** Dataset records follows **
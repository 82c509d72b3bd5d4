/**
 * Two-phase chip solves: one contactor against the cross-section engine and against a reference
 * solve written out by hand in this file (a scalar root in the holdup), splits pushed past their
 * window, symmetry, mirror images, the exchange of the phase names, conservation of each phase
 * at every node, and the linear scaling of a chip whose splits all stay pinned.
 */
import { describe, expect, it } from 'vitest';
import type { LayoutFile } from '../../src/layout/schema.js';
import { layoutToChip, loadLayout } from '../../src/layout/load.js';
import { parseSetting, withSettings } from '../../src/analyses/settings.js';
import { treeLayout, ladderLayout } from '../../src/layout/generate.js';
import { solveChip, warmStartFrom, type ChipSolution } from '../../src/analyses/chip.js';
import { twoLayerFlow } from '../../src/physics/twoLayer.js';
import { flowFractionAt, holdupForFlowFraction, layerAxes, type RectSection } from '../../src/physics/section.js';
import type { Chip } from '../../src/network/model.js';
import {
  DEMO_PHASES,
  SINGLE_CONTACTOR_DEFAULTS,
  mirroredLayout,
  phaseSwappedLayout,
  resistanceOf,
  singleContactorLayout,
  wellDesignedLadder,
  type SingleContactorOptions,
} from '../support/layouts.js';
import { badlyDistributedLadder } from '../../bench/maldistribution.js';
import { starvedPhase } from '../../src/analyses/verdict.js';

const MU_A = DEMO_PHASES.A.viscosity;
const MU_B = DEMO_PHASES.B.viscosity;

function solved(layout: LayoutFile, name = layout.name) {
  const chip = layoutToChip(layout, name);
  const { result } = solveChip(chip);
  expect(result.converged, `${name}: ${result.message ?? ''} ${result.unsettled.join(', ')}`).toBe(true);
  return { chip, result };
}

/** Six contactors, manifolds 1 mm × 100 µm, B driven slightly below A: every split pinned. */
const PINNED_LADDER = wellDesignedLadder(6, { manifold: { width: 1e-3, depth: 100e-6 }, drive: { A: { pressure: 20e3 }, B: { pressure: 19.8e3 } } });
/**
 * Eight contactors on narrow manifolds (200 µm × 50 µm), B driven 500 Pa below A against a
 * ±150 Pa window: the splits nearer the inlets leak A into the B outlets, the others stay pinned.
 */
const MIXED_LADDER: LayoutFile = {
  ...wellDesignedLadder(8, { manifold: { width: 200e-6, depth: 50e-6 }, drive: { A: { pressure: 20e3 }, B: { pressure: 19.5e3 } }, outletPressure: { A: 0, B: 200 } }),
  splitWindow: { low: -150, high: 150 },
};

const near = (got: number, want: number, tolerance: number, what?: string) =>
  expect(Math.abs(got - want), what).toBeLessThanOrEqual(tolerance);

const segmentOf = (result: ChipSolution, id: string) => result.segments.find((s) => s.id === id)!;
const nodeOf = (result: ChipSolution, id: string) => result.nodes.find((n) => n.id === id)!;
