/**
 * Fast repeated inversion on one geometry and fluid pair: a monotone table of (α, φ, dφ/dα)
 * built once at Chebyshev–Lobatto nodes, a cubic Hermite guess (monotone because the exact node
 * derivatives are positive), then for a rectangle a Newton polish with one full series
 * evaluation. Where the guess is good (a relative Newton step below 1e-7) one step lands at
 * rounding accuracy; otherwise the safeguarded iteration continues inside the table interval.
 * For a shaped section the table also holds k_A, k_B and their slopes, and the answer is the
 * interpolant's (SHAPED_TABLE_INTERVALS).
 */
export class HoldupTable {
  readonly section: TwoLayerSection;
  readonly muA: number;
  readonly muB: number;
  private readonly alpha: Float64Array;
  private readonly phi: Float64Array;
  private readonly slope: Float64Array;
  /** Shaped sections only: [k_A, k_B] per node (the slopes come from their interpolant). */
  private readonly flows?: Float64Array;

  constructor(section: TwoLayerSection, muA: number, muB: number, intervals = TABLE_INTERVALS) {
    this.section = section;
    this.muA = muA;
    this.muB = muB;
    if (section.shape !== 'rect') {
      const nodes = shapedTable(section, muA, muB);
      this.alpha = nodes.alpha;
      this.phi = nodes.phi;
      this.slope = nodes.slope;
      this.flows = nodes.flows;
      return;
    }
    this.alpha = new Float64Array(intervals + 1);
    this.phi = new Float64Array(intervals + 1);
    this.slope = new Float64Array(intervals + 1);
    for (let j = 0; j <= intervals; j++) {
      const a = 0.5 * (1 - Math.cos((Math.PI * j) / intervals));
      this.alpha[j] = a;
      if (j === 0 || j === intervals) {
        this.phi[j] = j === 0 ? 0 : 1;
        this.slope[j] = 0;
      } else {
        const s = flowFractionAt(section, muA, muB, a);
        this.phi[j] = s.flowFraction;
        this.slope[j] = s.dFlowFraction;
      }
    }
  }

  /** Holdup for flow fraction φ in (0, 1), with k_A, k_B and derivatives (exact to rounding for a rectangle). */
  solve(flowFraction: number): TwoPhaseState {
    if (!(flowFraction > 0 && flowFraction < 1)) throw new RangeError(`flow fraction must lie in (0, 1), got ${flowFraction}`);
    const j = this.interval(flowFraction);
    const guess = this.hermiteInverse(j, flowFraction);
    if (this.flows) return this.interpolated(j, guess, flowFraction);
    const state = flowFractionAt(this.section, this.muA, this.muB, guess);
    const step = -(state.flowFraction - flowFraction) / state.dFlowFraction;
    if (Math.abs(step) < ONE_STEP_LIMIT * Math.min(guess, 1 - guess) && guess + step > 0 && guess + step < 1) {
      return shiftState(state, guess + step);
    }
    return holdupForFlowFraction(this.section, this.muA, this.muB, flowFraction, guess, [this.alpha[j]!, this.alpha[j + 1]!]);
  }

  /**
   * A shaped section's answer: Newton steps on φ(α) = k_A/(k_A + k_B), with k_A, k_B and their
   * slopes from the polynomial interpolant of the stretch that holds table interval j
   * (barycentric form, Berrut & Trefethen, 2004, SIAM Rev. 46:501), from the Hermite guess.
   */
  private interpolated(j: number, guess: number, flowFraction: number): TwoPhaseState {
    const n = SHAPED_TABLE_DEGREE;
    const first = Math.min(Math.floor(j / n), (this.alpha.length - 1) / n - 1) * n;
    const lo = this.alpha[first]!;
    const hi = this.alpha[first + n]!;
    const v = SCRATCH;
    const evaluate = (alpha: number) => this.evaluateStretch(first, alpha);
    let alpha = guess;
    for (let step = 0; step < 8; step++) {
      evaluate(alpha);
      const k = v[0]! + v[1]!;
      const miss = v[0]! / k - flowFraction;
      const dPhi = (v[2]! * v[1]! - v[0]! * v[3]!) / (k * k);
      const next = Math.min(hi, Math.max(lo, dPhi > 0 ? alpha - miss / dPhi : alpha));
      const done = Math.abs(next - alpha) <= 1e-14 * Math.max(alpha, 1e-300);
      alpha = next;
      if (done) break;
    }
    evaluate(alpha);
    const [kA, kB, dkA, dkB] = [v[0]!, v[1]!, v[2]!, v[3]!];
    const k = kA + kB;
    return { holdup: alpha, flowFraction, dFlowFraction: (dkA * kB - kA * dkB) / (k * k), kA, kB, dkA, dkB };
  }

  /**
   * A shaped section's k_A, k_B and their slopes in α at holdup α ∈ [0, 1], from the polynomial
   * interpolant of the stretch that holds α (no solve): the lane conductances of a contactor
   * (lanes.ts). At α = 0 and 1 they are the node values (one phase fills the section, the
   * other's flow and slope are 0).
   */
  flowsAt(alpha: number): { kA: number; kB: number; dkA: number; dkB: number } {
    if (!this.flows) throw new RangeError('flowsAt answers for etched and trapezoidal sections only');
    const n = SHAPED_TABLE_DEGREE;
    const last = this.alpha.length - 1 - n;
    let first = 0;
    while (first < last && this.alpha[first + n]! <= alpha) first += n;
    this.evaluateStretch(first, alpha);
    return { kA: SCRATCH[0]!, kB: SCRATCH[1]!, dkA: SCRATCH[2]!, dkB: SCRATCH[3]! };
  }

  /**
   * [k_A, k_B, dk_A/dα, dk_B/dα] on the stretch starting at node `first`, into SCRATCH: the
   * barycentric interpolant of the node values (Berrut & Trefethen, 2004, SIAM Rev. 46:501,
   * eq. 4.2) and its exact derivative, p′(t) = Σ w_i (p − f_i)/(t − t_i)² / Σ w_i/(t − t_i), or
   * at a node t_j the differentiation matrix row Σ D_ji f_i (the same derivative). The slopes
   * are those of the values themselves, so a Newton Jacobian built on them is consistent with
   * its residual to rounding; stretches share their end nodes, and the one-sided slopes there
   * differ, so no slope is stored per node.
   */
  private evaluateStretch(first: number, alpha: number): void {
    const n = SHAPED_TABLE_DEGREE;
    const f = this.flows!;
    const v = SCRATCH;
    const map = stretchMap(this.alpha[first]!, this.alpha[first + n]!);
    const t = map.t(alpha);
    const dAlpha = map.dAlpha(t);
    const grid = chebyshevGrid(n);
    const nodes = grid.nodes;
    const base = 2 * first;
    let near = 0;
    for (let i = 1; i <= n; i++) if (Math.abs(t - nodes[i]!) < Math.abs(t - nodes[near]!)) near = i;
    const fa = f[base + 2 * near]!;
    const fb = f[base + 2 * near + 1]!;
    if (t === nodes[near]) {
      let sa = 0;
      let sb = 0;
      for (let i = 0; i <= n; i++) {
        const d = grid.d1[near * (n + 1) + i]!;
        sa += d * f[base + 2 * i]!;
        sb += d * f[base + 2 * i + 1]!;
      }
      v[0] = fa;
      v[1] = fb;
      v[2] = sa;
      v[3] = sb;
    } else {
      // p − f_j as Σ_{i≠j} r_i (f_i − f_j) / Σ r_i, r_i = w_i/(t − t_i), for the nearest node j:
      // no cancellation when t is close to t_j, where (p − f_j)/(t − t_j)² would otherwise lose
      // every digit.
      const r = WEIGHTS;
      let sum = 0;
      let oa = 0;
      let ob = 0;
      for (let i = 0; i <= n; i++) {
        const w = ((i % 2 === 0 ? 1 : -1) * (i === 0 || i === n ? 0.5 : 1)) / (t - nodes[i]!);
        r[i] = w;
        sum += w;
        oa += w * (f[base + 2 * i]! - fa);
        ob += w * (f[base + 2 * i + 1]! - fb);
      }
      oa /= sum;
      ob /= sum;
      const pa = fa + oa;
      const pb = fb + ob;
      const dj = t - nodes[near]!;
      let sa = (r[near]! * oa) / dj;
      let sb = (r[near]! * ob) / dj;
      for (let i = 0; i <= n; i++) {
        if (i === near) continue;
        const d = t - nodes[i]!;
        sa += (r[i]! * (pa - f[base + 2 * i]!)) / d;
        sb += (r[i]! * (pb - f[base + 2 * i + 1]!)) / d;
      }
      v[0] = pa;
      v[1] = pb;
      v[2] = sa / sum;
      v[3] = sb / sum;
    }
    // d/dα = (d/dt)/(dα/dt); 0 where dα/dt = 0 (an edge, where the thin layer's flow and slope vanish).
    v[2] = dAlpha === 0 ? 0 : v[2]! / dAlpha;
    v[3] = dAlpha === 0 ? 0 : v[3]! / dAlpha;
  }

  private interval(phi: number): number {
    let lo = 0;
    let hi = this.phi.length - 1;
    while (hi - lo > 1) {
      const mid = (lo + hi) >> 1;
      if (this.phi[mid]! <= phi) lo = mid;
      else hi = mid;
    }
    return lo;
  }

  /** Solves the cubic Hermite p(α) = φ on interval j by safeguarded Newton. */
  private hermiteInverse(j: number, phi: number): number {
    const a0 = this.alpha[j]!;
    const a1 = this.alpha[j + 1]!;
    const h = a1 - a0;
    const p0 = this.phi[j]!;
    const p1 = this.phi[j + 1]!;
    const m0 = this.slope[j]! * h;
    const m1 = this.slope[j + 1]! * h;
    let lo = 0;
    let hi = 1;
    let t = p1 > p0 ? (phi - p0) / (p1 - p0) : 0.5;
    for (let i = 0; i < 40; i++) {
      const t2 = t * t;
      const t3 = t2 * t;
      const value = (2 * t3 - 3 * t2 + 1) * p0 + (t3 - 2 * t2 + t) * m0 + (-2 * t3 + 3 * t2) * p1 + (t3 - t2) * m1 - phi;
      const deriv = (6 * t2 - 6 * t) * p0 + (3 * t2 - 4 * t + 1) * m0 + (-6 * t2 + 6 * t) * p1 + (3 * t2 - 2 * t) * m1;
      if (value > 0) hi = t;
      else lo = t;
      let next = t - value / deriv;
      if (!(next > lo && next < hi)) next = 0.5 * (lo + hi);
      if (Math.abs(next - t) < 1e-15) {
        t = next;
        break;
      }
      t = next;
    }
    return Math.min(Math.max(a0 + t * h, a0 + 1e-300), a1);
  }
}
** End of Dataset records **
> Exercise objective: Find every line in the records that has the word "contactors". Then report the count alone.

> Answer to the exercise: 2